▶ What this task involves
Within the material below, transcribe exactly the lines from the one holding "def alpha_twice(plan: Plan)" through the one holding "def stride_of_y_ignored(plan: Plan)", keeping both ends and skipping the rest.

▶ Available data

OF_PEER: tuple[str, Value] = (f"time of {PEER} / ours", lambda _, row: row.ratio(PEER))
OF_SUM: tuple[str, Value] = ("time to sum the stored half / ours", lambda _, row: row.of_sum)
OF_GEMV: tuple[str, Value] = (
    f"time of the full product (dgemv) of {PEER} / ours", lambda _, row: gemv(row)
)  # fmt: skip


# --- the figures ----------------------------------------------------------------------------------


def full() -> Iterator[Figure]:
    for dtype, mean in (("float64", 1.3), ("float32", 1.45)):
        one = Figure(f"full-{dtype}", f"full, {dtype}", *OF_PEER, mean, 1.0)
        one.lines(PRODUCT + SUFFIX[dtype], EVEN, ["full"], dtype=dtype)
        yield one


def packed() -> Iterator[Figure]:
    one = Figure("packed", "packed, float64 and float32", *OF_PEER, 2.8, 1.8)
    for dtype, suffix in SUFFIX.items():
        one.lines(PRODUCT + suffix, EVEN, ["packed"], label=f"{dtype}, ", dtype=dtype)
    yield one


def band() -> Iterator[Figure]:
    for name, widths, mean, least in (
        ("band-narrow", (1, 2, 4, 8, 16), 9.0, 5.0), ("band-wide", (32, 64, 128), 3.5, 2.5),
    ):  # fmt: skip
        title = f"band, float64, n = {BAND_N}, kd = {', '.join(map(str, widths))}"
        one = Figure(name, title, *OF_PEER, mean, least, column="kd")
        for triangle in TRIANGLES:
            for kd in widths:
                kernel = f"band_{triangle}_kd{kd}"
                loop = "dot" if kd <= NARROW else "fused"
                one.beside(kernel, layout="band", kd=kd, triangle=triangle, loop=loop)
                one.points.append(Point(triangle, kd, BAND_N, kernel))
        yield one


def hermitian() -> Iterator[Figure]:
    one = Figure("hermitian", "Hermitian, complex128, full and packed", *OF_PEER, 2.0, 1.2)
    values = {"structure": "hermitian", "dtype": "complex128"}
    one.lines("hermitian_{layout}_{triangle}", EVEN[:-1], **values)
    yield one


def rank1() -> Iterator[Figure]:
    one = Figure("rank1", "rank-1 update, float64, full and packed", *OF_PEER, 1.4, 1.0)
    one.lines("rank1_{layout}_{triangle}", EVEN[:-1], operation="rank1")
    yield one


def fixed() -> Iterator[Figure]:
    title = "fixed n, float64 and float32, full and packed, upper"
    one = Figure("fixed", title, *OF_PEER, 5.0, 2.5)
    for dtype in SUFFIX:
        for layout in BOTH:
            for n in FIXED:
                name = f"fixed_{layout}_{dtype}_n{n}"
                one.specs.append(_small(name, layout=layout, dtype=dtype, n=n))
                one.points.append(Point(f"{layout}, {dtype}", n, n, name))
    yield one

* * *

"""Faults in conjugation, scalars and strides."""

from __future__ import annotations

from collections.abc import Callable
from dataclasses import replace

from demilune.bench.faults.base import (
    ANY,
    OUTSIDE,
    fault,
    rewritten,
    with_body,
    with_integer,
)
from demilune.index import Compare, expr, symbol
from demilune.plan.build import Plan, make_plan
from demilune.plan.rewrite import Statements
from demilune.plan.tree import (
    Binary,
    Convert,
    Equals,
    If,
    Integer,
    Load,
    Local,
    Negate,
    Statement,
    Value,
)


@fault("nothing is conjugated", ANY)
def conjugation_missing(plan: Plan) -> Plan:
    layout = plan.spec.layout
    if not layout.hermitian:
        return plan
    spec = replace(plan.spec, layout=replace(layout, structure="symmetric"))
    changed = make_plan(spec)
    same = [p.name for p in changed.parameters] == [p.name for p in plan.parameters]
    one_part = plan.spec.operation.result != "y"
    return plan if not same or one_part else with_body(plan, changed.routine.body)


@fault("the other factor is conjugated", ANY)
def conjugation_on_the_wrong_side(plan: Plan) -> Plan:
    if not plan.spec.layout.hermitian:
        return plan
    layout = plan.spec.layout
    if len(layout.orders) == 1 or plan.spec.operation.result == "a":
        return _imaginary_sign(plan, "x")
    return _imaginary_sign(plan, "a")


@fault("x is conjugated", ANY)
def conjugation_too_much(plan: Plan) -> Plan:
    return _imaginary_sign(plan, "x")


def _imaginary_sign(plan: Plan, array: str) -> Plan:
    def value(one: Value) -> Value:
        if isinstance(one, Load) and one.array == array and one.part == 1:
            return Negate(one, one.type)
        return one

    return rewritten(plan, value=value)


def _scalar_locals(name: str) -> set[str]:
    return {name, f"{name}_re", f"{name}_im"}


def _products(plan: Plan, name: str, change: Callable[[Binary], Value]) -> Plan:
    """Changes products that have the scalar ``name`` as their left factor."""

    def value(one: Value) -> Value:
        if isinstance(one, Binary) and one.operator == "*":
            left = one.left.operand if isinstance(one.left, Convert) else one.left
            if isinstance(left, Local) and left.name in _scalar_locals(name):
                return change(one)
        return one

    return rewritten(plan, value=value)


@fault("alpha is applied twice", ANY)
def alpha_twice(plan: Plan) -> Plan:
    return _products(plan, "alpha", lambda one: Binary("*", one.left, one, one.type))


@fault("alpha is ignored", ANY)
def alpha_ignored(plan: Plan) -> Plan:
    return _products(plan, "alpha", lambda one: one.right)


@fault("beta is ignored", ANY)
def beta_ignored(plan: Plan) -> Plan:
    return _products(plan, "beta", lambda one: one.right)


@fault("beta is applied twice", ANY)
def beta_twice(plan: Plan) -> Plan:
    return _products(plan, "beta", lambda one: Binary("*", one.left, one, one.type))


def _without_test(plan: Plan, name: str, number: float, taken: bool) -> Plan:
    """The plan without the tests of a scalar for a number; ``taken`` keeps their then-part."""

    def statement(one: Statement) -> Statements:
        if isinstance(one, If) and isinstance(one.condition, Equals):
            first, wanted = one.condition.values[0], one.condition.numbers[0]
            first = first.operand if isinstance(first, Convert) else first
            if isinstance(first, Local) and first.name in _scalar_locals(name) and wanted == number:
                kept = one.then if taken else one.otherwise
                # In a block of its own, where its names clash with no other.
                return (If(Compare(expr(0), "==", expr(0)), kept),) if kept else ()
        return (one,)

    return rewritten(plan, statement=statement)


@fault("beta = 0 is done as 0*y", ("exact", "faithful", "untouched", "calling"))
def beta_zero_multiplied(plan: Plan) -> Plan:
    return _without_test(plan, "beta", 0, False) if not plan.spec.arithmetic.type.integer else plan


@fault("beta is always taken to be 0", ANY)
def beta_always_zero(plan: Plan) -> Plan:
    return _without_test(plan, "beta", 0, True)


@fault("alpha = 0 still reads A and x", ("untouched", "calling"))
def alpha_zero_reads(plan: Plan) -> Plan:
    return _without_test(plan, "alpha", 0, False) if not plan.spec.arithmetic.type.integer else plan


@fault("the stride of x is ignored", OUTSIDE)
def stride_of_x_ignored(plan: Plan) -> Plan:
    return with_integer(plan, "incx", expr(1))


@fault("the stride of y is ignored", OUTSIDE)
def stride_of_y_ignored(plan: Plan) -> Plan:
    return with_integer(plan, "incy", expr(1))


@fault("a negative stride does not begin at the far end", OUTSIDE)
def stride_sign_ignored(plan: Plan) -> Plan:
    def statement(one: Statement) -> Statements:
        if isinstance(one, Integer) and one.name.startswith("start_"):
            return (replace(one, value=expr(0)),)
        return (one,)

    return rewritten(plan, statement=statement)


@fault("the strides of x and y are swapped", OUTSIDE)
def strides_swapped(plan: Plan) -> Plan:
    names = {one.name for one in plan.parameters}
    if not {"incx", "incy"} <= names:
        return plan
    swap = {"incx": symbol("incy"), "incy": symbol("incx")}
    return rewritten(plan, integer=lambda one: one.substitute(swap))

▶ Exercise response
def alpha_twice(plan: Plan) -> Plan:
    return _products(plan, "alpha", lambda one: Binary("*", one.left, one, one.type))


@fault("alpha is ignored", ANY)
def alpha_ignored(plan: Plan) -> Plan:
    return _products(plan, "alpha", lambda one: one.right)


@fault("beta is ignored", ANY)
def beta_ignored(plan: Plan) -> Plan:
    return _products(plan, "beta", lambda one: one.right)


@fault("beta is applied twice", ANY)
def beta_twice(plan: Plan) -> Plan:
    return _products(plan, "beta", lambda one: Binary("*", one.left, one, one.type))


def _without_test(plan: Plan, name: str, number: float, taken: bool) -> Plan:
    """The plan without the tests of a scalar for a number; ``taken`` keeps their then-part."""

    def statement(one: Statement) -> Statements:
        if isinstance(one, If) and isinstance(one.condition, Equals):
            first, wanted = one.condition.values[0], one.condition.numbers[0]
            first = first.operand if isinstance(first, Convert) else first
            if isinstance(first, Local) and first.name in _scalar_locals(name) and wanted == number:
                kept = one.then if taken else one.otherwise
                # In a block of its own, where its names clash with no other.
                return (If(Compare(expr(0), "==", expr(0)), kept),) if kept else ()
        return (one,)

    return rewritten(plan, statement=statement)


@fault("beta = 0 is done as 0*y", ("exact", "faithful", "untouched", "calling"))
def beta_zero_multiplied(plan: Plan) -> Plan:
    return _without_test(plan, "beta", 0, False) if not plan.spec.arithmetic.type.integer else plan


@fault("beta is always taken to be 0", ANY)
def beta_always_zero(plan: Plan) -> Plan:
    return _without_test(plan, "beta", 0, True)


@fault("alpha = 0 still reads A and x", ("untouched", "calling"))
def alpha_zero_reads(plan: Plan) -> Plan:
    return _without_test(plan, "alpha", 0, False) if not plan.spec.arithmetic.type.integer else plan


@fault("the stride of x is ignored", OUTSIDE)
def stride_of_x_ignored(plan: Plan) -> Plan:
    return with_integer(plan, "incx", expr(1))


@fault("the stride of y is ignored", OUTSIDE)
def stride_of_y_ignored(plan: Plan) -> Plan:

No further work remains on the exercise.